**Data to process:**
• • • • • • •

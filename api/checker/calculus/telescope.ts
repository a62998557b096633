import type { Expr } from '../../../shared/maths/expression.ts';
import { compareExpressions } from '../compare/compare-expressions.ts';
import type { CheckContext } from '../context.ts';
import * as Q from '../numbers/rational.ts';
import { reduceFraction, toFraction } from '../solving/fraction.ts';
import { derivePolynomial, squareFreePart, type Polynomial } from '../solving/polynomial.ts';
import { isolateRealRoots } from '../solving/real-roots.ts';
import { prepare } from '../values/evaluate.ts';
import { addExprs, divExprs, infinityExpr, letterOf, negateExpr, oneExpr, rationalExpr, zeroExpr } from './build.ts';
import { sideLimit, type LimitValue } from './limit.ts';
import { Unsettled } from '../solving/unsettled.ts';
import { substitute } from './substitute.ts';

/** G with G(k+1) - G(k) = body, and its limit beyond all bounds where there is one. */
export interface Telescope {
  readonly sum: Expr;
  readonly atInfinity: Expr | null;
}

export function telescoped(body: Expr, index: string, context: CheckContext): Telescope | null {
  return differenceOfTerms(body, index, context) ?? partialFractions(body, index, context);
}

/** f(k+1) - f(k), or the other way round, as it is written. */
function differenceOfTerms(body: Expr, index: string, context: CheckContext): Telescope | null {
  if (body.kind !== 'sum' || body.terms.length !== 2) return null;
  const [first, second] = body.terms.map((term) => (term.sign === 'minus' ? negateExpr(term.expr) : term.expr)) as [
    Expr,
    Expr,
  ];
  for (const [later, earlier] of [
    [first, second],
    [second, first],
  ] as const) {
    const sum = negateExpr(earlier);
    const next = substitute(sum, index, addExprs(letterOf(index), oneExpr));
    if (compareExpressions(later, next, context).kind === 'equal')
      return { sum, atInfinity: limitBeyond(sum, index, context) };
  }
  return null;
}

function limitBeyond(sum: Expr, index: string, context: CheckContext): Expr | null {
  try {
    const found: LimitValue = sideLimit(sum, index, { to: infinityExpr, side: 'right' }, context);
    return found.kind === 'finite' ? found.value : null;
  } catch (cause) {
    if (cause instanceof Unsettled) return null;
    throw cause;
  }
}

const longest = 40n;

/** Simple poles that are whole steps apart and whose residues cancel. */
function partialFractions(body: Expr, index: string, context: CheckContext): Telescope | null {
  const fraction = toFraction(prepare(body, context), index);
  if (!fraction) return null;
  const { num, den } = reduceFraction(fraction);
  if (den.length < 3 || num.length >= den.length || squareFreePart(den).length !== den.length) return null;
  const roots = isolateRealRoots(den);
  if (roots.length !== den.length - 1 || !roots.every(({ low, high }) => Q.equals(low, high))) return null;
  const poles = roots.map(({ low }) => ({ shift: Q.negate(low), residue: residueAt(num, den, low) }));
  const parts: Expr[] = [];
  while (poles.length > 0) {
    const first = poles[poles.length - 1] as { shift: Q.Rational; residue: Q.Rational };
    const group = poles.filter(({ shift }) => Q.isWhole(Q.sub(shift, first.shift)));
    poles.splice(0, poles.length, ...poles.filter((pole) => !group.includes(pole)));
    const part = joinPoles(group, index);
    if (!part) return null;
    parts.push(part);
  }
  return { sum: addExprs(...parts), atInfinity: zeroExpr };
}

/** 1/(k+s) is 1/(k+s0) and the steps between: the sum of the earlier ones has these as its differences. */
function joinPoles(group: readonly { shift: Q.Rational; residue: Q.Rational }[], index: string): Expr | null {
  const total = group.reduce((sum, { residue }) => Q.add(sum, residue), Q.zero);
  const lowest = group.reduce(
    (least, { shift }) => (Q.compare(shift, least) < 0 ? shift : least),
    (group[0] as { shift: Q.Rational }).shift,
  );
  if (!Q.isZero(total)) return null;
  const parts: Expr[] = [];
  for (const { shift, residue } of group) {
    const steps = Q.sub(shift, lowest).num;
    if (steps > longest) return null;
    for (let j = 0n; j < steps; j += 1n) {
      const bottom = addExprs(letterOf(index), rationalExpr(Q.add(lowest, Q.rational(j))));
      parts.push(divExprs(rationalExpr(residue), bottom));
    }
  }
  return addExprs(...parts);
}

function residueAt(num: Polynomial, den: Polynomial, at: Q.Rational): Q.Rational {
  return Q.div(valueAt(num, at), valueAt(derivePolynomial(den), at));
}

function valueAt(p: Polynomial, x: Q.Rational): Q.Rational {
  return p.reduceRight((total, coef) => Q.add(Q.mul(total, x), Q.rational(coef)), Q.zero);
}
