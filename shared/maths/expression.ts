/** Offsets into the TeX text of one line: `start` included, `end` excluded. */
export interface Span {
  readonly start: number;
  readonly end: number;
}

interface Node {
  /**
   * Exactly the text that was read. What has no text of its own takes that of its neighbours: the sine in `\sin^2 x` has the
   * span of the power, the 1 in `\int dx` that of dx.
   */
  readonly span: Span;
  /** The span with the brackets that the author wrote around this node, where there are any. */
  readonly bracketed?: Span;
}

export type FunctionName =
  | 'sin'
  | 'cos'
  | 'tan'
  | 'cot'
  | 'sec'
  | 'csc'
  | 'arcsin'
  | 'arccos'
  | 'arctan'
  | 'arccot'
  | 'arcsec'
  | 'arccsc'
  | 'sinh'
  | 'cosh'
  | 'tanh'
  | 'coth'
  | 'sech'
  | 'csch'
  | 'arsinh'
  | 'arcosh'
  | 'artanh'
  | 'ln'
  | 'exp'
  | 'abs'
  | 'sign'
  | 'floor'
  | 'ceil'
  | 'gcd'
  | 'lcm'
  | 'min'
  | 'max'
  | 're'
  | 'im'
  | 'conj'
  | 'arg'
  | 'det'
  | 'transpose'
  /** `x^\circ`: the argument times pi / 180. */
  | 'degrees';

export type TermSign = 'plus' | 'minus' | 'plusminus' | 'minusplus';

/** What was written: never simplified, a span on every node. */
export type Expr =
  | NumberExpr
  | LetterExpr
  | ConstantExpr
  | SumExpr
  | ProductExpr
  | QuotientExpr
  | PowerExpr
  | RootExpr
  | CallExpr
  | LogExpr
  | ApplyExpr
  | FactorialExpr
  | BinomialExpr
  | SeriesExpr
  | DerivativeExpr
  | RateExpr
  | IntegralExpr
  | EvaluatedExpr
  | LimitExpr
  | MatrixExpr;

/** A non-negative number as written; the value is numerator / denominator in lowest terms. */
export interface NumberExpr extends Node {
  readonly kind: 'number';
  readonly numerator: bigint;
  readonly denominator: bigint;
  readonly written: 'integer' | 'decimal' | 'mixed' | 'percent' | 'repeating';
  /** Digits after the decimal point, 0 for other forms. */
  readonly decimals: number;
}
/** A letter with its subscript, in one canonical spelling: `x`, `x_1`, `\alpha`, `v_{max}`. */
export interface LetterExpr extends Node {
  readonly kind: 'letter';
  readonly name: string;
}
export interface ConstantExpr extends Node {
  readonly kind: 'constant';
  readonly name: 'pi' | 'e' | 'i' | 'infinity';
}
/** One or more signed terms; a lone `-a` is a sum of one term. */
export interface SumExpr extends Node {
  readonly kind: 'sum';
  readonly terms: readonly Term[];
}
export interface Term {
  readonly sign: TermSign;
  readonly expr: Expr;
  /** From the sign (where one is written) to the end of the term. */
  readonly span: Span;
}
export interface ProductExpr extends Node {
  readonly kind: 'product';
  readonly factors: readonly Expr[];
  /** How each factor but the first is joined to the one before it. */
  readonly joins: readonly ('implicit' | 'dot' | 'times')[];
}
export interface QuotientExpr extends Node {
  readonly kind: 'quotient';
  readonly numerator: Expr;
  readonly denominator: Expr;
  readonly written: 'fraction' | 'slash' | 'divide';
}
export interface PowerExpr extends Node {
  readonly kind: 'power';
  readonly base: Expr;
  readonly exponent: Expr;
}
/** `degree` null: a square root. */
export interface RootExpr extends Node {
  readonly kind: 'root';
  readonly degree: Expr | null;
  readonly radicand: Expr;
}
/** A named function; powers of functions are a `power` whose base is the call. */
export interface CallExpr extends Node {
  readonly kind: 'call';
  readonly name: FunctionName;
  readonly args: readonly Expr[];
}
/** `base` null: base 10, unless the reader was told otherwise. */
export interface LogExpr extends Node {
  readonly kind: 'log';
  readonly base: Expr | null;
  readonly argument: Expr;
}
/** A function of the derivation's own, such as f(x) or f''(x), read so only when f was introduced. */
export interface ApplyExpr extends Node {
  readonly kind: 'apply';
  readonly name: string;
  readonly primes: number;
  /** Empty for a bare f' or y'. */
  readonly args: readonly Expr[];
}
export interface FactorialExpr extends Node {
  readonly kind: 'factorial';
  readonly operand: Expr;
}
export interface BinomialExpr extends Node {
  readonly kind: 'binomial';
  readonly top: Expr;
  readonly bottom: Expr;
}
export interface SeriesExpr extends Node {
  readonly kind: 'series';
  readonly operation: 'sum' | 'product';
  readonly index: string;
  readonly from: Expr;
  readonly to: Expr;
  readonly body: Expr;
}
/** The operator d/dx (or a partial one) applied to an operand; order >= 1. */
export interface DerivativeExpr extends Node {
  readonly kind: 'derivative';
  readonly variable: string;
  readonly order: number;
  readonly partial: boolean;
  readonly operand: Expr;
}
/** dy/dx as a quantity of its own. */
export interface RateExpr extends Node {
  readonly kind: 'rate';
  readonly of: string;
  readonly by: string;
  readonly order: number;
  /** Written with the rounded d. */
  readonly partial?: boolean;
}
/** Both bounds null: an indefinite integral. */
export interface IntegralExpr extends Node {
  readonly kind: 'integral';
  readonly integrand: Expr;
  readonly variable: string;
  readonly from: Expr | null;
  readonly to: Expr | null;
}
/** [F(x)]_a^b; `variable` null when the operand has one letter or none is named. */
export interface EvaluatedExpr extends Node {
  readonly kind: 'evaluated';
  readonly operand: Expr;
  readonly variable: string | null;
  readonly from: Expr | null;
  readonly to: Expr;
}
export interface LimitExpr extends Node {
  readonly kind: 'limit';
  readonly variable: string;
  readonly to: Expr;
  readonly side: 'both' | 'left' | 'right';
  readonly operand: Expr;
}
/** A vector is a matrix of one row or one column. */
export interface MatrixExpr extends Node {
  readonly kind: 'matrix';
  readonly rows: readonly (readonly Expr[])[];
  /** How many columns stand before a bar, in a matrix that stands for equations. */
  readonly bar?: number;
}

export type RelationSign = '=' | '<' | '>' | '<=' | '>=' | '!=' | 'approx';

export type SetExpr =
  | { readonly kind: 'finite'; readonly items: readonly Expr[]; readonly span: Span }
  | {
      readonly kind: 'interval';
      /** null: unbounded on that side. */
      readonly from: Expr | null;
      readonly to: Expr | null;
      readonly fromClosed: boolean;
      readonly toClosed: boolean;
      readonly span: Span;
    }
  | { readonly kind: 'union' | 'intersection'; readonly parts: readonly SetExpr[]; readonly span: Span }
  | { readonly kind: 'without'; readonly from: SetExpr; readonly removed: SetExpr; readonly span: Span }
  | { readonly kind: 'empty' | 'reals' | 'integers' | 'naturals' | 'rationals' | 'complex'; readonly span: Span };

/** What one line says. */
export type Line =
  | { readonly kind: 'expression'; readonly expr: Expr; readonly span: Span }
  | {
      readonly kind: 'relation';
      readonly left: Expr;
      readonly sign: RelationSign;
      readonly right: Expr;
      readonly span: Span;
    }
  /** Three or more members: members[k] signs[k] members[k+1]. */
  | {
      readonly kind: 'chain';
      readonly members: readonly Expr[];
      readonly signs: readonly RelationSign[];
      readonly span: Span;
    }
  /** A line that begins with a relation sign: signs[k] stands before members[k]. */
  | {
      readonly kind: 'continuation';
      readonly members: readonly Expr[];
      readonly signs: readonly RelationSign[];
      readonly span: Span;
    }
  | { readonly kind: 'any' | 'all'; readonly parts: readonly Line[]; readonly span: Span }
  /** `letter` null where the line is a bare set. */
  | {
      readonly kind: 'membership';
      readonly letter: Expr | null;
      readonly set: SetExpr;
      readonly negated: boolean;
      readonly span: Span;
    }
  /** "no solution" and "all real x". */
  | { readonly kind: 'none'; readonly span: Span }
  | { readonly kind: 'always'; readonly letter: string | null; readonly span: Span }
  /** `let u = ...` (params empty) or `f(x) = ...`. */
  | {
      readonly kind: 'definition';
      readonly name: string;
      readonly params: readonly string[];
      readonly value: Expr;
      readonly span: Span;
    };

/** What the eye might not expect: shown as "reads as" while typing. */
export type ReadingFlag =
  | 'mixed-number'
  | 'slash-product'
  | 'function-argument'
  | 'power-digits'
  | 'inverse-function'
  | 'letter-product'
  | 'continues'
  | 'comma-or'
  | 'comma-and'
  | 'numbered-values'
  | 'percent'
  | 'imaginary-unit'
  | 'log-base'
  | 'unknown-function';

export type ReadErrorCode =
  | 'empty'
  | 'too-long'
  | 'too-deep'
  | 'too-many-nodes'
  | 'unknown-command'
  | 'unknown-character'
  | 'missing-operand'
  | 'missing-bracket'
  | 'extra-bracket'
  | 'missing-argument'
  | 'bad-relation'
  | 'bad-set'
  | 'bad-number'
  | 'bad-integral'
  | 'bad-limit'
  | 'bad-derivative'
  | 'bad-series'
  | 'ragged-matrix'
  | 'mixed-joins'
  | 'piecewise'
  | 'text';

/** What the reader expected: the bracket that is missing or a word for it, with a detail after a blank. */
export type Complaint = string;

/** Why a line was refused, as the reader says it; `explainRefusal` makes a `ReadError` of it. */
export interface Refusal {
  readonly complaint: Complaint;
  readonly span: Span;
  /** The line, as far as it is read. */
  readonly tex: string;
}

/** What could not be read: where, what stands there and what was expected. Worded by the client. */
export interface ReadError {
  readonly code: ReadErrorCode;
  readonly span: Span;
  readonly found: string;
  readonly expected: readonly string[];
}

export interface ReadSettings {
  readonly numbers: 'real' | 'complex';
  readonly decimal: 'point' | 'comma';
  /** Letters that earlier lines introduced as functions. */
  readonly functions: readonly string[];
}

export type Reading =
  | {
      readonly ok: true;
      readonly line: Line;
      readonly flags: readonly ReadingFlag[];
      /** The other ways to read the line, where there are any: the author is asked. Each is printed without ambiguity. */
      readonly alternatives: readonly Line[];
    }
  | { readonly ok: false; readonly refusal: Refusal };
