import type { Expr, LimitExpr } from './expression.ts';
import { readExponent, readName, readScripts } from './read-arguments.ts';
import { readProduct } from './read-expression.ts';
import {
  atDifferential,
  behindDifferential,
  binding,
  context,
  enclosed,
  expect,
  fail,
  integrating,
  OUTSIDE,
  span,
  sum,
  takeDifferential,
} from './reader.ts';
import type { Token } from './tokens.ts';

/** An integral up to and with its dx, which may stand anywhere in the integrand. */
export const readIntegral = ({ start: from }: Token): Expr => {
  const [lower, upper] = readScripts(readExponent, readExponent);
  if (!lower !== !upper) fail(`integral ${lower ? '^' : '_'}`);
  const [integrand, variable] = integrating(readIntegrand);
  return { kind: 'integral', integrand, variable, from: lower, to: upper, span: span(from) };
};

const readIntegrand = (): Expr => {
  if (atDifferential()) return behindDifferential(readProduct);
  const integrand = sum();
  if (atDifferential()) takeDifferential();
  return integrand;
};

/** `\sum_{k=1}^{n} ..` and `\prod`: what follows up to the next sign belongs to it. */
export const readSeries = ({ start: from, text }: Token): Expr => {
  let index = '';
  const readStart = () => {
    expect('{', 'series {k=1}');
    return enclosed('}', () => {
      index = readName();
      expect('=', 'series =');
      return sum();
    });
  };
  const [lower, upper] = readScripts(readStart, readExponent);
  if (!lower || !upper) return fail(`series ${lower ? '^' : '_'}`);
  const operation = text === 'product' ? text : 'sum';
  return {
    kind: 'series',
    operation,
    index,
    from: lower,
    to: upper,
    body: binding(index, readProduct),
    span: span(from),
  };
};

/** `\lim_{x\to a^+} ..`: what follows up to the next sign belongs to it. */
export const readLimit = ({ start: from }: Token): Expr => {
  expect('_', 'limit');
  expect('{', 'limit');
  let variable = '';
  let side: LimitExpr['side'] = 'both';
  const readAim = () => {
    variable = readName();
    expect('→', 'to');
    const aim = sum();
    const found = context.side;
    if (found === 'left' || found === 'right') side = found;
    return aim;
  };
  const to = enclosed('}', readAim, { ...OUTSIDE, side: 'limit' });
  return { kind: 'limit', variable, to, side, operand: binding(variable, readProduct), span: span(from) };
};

• • • • • • •

**Work instructions:** Where a line in the listing holds the string "variable", include it in the count, then report the total alone.

**Your response:** 10